Tuesday, October 20, 2015

Leads and the Closeups: More on Structures


Ricketson has effectively summarized the best principles for journalists. Although his choice of example features is a little bit hazy for me, I like certain portions of the book.   A feature writer must learn how to:

Generate fresh ideas
Organise time efficiently
Gather factual and personal information
Sift and sort raw material
find the best way to tell the story
Write the story
Edit and proofread the work
Work with Editors

Leads and Closeups are as important if not more than the body of the feature. Ricketson has dedicated almost a chapter for them. It should be relevant to the theme, not too complicated, attention grabbing.

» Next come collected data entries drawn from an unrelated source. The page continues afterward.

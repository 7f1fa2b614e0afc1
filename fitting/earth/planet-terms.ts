/**
 * Mean elements of the planets on the ecliptic and equinox of J2000 and the largest periodic terms of a and of the mean longitude.
 *
 * Source: Simon et al. 1994, Numerical expressions for precession formulae and mean elements for the Moon and the planets, A&A 282, 663,
 * as listed in eraPlan94 of ERFA 2.0. Copyright (C) 2013-2021, NumFOCUS Foundation. All rights reserved. Derived, with permission, from
 * the SOFA library of the International Astronomical Union. Conditions and disclaimer: LICENSE-ERFA in this folder.
 *
 * @license BSD-3-Clause (ERFA)
 */
import type { Planet } from './planets'

/** Value at J2000, rate a Julian millennium and a millennium squared. */
type Coefficients = readonly [number, number, number]

/** Of one planet. Angles: degrees, then arcseconds a millennium and a millennium squared. Periodic terms: 1e-7 au and 1e-7 rad. */
export interface PlanetTerms {
  semiMajorAxisAu: Coefficients
  longitude: Coefficients
  eccentricity: Coefficients
  perihelion: Coefficients
  inclination: Coefficients
  node: Coefficients
  axisMultiples: readonly number[]
  axisCosine: readonly number[]
  axisSine: readonly number[]
  longitudeMultiples: readonly number[]
  longitudeCosine: readonly number[]
  longitudeSine: readonly number[]
}

/** By planet. */
export const PLANET_TERMS: Readonly<Record<Planet, PlanetTerms>> = {
  'mercury': {
    semiMajorAxisAu: [0.3870983098, 0, 0],
    longitude: [252.25090552, 5381016286.88982, -1.92789],
    eccentricity: [0.2056317526, 0.0002040653, -2.8349e-6],
    perihelion: [77.45611904, 5719.1159, -4.83016],
    inclination: [7.00498625, -214.25629, 0.28977],
    node: [48.33089304, -4515.21727, -31.79892],
    axisMultiples: [69613, 75645, 88306, 59899, 15746, 71087, 142173, 3086, 0],
    axisCosine: [4, -13, 11, -9, -9, -3, -1, 4, 0],
    axisSine: [-29, -1, 9, 6, -6, 5, 4, 0, 0],
    longitudeMultiples: [3086, 15746, 69613, 59899, 75645, 88306, 12661, 2658, 0, 0],
    longitudeCosine: [21, -95, -157, 41, -5, 42, 23, 30, 0, 0],
    longitudeSine: [-342, 136, -23, 62, 66, -52, -33, 17, 0, 0],
  },
  'venus': {
    semiMajorAxisAu: [0.72332982, 0, 0],
    longitude: [181.97980085, 2106641364.33548, 0.59381],
    eccentricity: [0.0067719164, -0.0004776521, 9.8127e-6],
    perihelion: [131.563703, 175.4864, -498.48184],
    inclination: [3.39466189, -30.84437, -11.67836],
    node: [76.67992019, -10008.48154, -51.32614],
    axisMultiples: [21863, 32794, 26934, 10931, 26250, 43725, 53867, 28939, 0],
    axisCosine: [-156, 59, -42, 6, 19, -20, -10, -12, 0],
    axisSine: [-48, -125, -26, -37, 18, -13, -20, -2, 0],
    longitudeMultiples: [21863, 32794, 10931, 73, 4387, 26934, 1473, 2157, 0, 0],
    longitudeCosine: [-160, -313, -235, 60, -74, -76, -27, 34, 0, 0],
    longitudeSine: [524, -149, -35, 117, 151, 122, -71, -62, 0, 0],
  },
  'earth-moon': {
    semiMajorAxisAu: [1.0000010178, 0, 0],
    longitude: [100.46645683, 1295977422.83429, -2.04411],
    eccentricity: [0.0167086342, -0.0004203654, -1.26734e-5],
    perihelion: [102.93734808, 11612.3529, 53.27577],
    inclination: [0, 469.97289, -3.35053],
    node: [174.87317577, -8679.27034, 15.34191],
    axisMultiples: [16002, 21863, 32004, 10931, 14529, 16368, 15318, 32794, 0],
    axisCosine: [64, -152, 62, -8, 32, -41, 19, -11, 0],
    axisSine: [-150, -46, 68, 54, 14, 24, -28, 22, 0],
    longitudeMultiples: [10, 16002, 21863, 10931, 1473, 32004, 4387, 73, 0, 0],
    longitudeCosine: [-325, -322, -79, 232, -52, 97, 55, -41, 0, 0],
    longitudeSine: [-105, -137, 258, 35, -116, -88, -112, -80, 0, 0],
  },
  'mars': {
    semiMajorAxisAu: [1.5236793419, 3e-10, 0],
    longitude: [355.43299958, 689050774.93988, 0.94264],
    eccentricity: [0.0934006477, 0.0009048438, -8.0641e-6],
    perihelion: [336.06023395, 15980.45908, -62.328],
    inclination: [1.84972648, -293.31722, -8.1183],
    node: [49.55809321, -10620.90088, -230.57416],
    axisMultiples: [6345, 7818, 15636, 7077, 8184, 14163, 1107, 4872, 0],
    axisCosine: [124, 621, -145, 208, 54, -57, 30, 15, 0],
    axisSine: [-621, 532, -694, -20, 192, -94, 71, -73, 0],
    longitudeMultiples: [10, 6345, 7818, 1107, 15636, 7077, 8184, 532, 10, 0],
    longitudeCosine: [2268, -979, 802, 602, -668, -33, 345, 201, -55, 0],
    longitudeSine: [854, -205, -936, -240, 140, -341, -97, -232, 536, 0],
  },
  'jupiter': {
    semiMajorAxisAu: [5.2026032092, 1.9132e-6, -3.9e-9],
    longitude: [34.35151874, 109256603.77991, -30.60378],
    eccentricity: [0.0484979255, 0.0016322542, -4.71366e-5],
    perihelion: [14.33120687, 7758.75163, 259.95938],
    inclination: [1.30326698, -71.5589, 11.95297],
    node: [100.46440702, 6362.03561, 326.52178],
    axisMultiples: [1760, 1454, 1167, 880, 287, 2640, 19, 2047, 1454],
    axisCosine: [-23437, -2634, 6601, 6259, -1507, -1821, 2620, -2115, -1489],
    axisSine: [-14614, -19828, -5869, 1881, -4372, -2255, 782, 930, 913],
    longitudeMultiples: [19, 1760, 1454, 287, 1167, 880, 574, 2640, 19, 1454],
    longitudeCosine: [7610, -4997, -7689, -5841, -2617, 1115, -748, -607, 6074, 354],
    longitudeSine: [-56980, 8016, 1012, 1448, -3024, -3710, 318, 503, 3767, 577],
  },
  'saturn': {
    semiMajorAxisAu: [9.5549091915, -2.13896e-5, 4.44e-8],
    longitude: [50.0774443, 43996098.55732, 75.61614],
    eccentricity: [0.0555481426, -0.0034664062, -6.43639e-5],
    perihelion: [93.05723748, 20395.49439, 190.25952],
    inclination: [2.48887878, 91.85195, -17.66225],
    node: [113.66550252, -9240.19942, -66.23743],
    axisMultiples: [574, 0, 880, 287, 19, 1760, 1167, 306, 574],
    axisCosine: [62911, -119919, 79336, 17814, -24241, 12068, 8306, -4893, 8902],
    axisSine: [139737, 0, 24667, 51123, -5102, 7429, -4095, -1976, -9566],
    longitudeMultiples: [19, 574, 287, 306, 1760, 12, 31, 38, 19, 574],
    longitudeCosine: [-18549, 30125, 20012, -730, 824, 23, 1289, -352, -14767, -2062],
    longitudeSine: [138606, -13478, -4964, 1441, -1319, -1482, 427, 1236, -9167, -1918],
  },
  'uranus': {
    semiMajorAxisAu: [19.2184460618, -3.716e-7, 9.79e-8],
    longitude: [314.05500511, 15424811.93933, -1.75083],
    eccentricity: [0.0463812221, -0.0002729293, 7.8913e-6],
    perihelion: [173.00529106, 3215.56238, -34.09288],
    inclination: [0.77319689, -60.72723, 1.25759],
    node: [74.00595701, 2669.15033, 145.93964],
    axisMultiples: [204, 0, 177, 1265, 4, 385, 200, 208, 204],
    axisCosine: [389061, -262125, -44088, 8387, -22976, -2093, -615, -9720, 6633],
    axisSine: [-138081, 0, 37205, -49039, -41901, -33872, -27037, -12474, 18797],
    longitudeMultiples: [4, 204, 177, 8, 31, 200, 1265, 102, 4, 204],
    longitudeCosine: [-135245, -14594, 4197, -4030, -5630, -2898, 2540, -306, 2939, 1986],
    longitudeSine: [71234, -41116, 5334, -4935, -1848, 66, 434, -1748, 3780, -701],
  },
  'neptune': {
    semiMajorAxisAu: [30.1103868694, -1.6635e-6, 6.86e-8],
    longitude: [304.34866548, 7865503.20744, 0.21103],
    eccentricity: [0.009455747, 6.03263e-5, 0],
    perihelion: [48.12027554, 1050.71912, 27.39717],
    inclination: [1.76995259, 8.12333, 0.08135],
    node: [131.78405702, -221.94322, -0.78728],
    axisMultiples: [0, 102, 106, 4, 98, 1367, 487, 204, 0],
    axisCosine: [-412235, -157046, -31430, 37817, -9740, -13, -7449, 9644, 0],
    axisSine: [0, 28492, 133236, 69654, 52322, -49577, -26430, -3593, 0],
    longitudeMultiples: [4, 102, 106, 8, 98, 1367, 487, 204, 4, 102],
    longitudeCosine: [89948, 2103, 8963, 2695, 3682, 1648, 866, -154, -1963, -283],
    longitudeSine: [-47645, 11647, 2166, 3194, 679, 0, -244, -419, -2531, 48],
  },
}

The subject matter must deliver what is promised otherwise readers will feel betrayed and your credibility and livelihood is at the stack.

LEADS

SUMMARY LEAD
A good summary lead is effective as it captures a key element in one enticing paragraph and hard to write for the same reason.

SUSPENSE LEAD
The suspense in features is to play with readers expectations and withholding information to entice them to keep reading.

DESCRIPTIVE LEAD
Describing a scene  is the most novelistic way of drawing the reader in. It is engaging and it attracts literary talents. weather can be used effectively so are the scenic details.

ANECDOTAL LEAD
Where a descriptive lead paints a scene anecdotal lead tells a mini story. Two leads may cross over, but the emphasis differs for each lead.

SURPRIZE LEAD
Surprise lead may be shocker or teaser.


CLOSEUPS

The task of ending is to help the reader remember the story so finishing a story well is important. However don't save your best material for the ending. That should have been used in the body of the story. If you have a strong anecdote, keep it in the lead. Remember it is journalism, not a novel.
Ricketson categorizes the endings in four main groups:

ROUNDING UP OR ROUNDING OFF 
Works with summarizing and restating the features theme in an appetizing way. A final quote from a key person may achieve this or alternatively  a witty line to round off the piece.

CIRCLING BACK ENDING
Returning the idea or scene is a way of unifying a piece and is commonly used.

LOOKING AHEAD
Cast your gaze forward, but in a way that also circles back to the theme running through the piece.

SPREADING OUT
At the end broaden the focus  and give the reader a  glimpse of new terrain.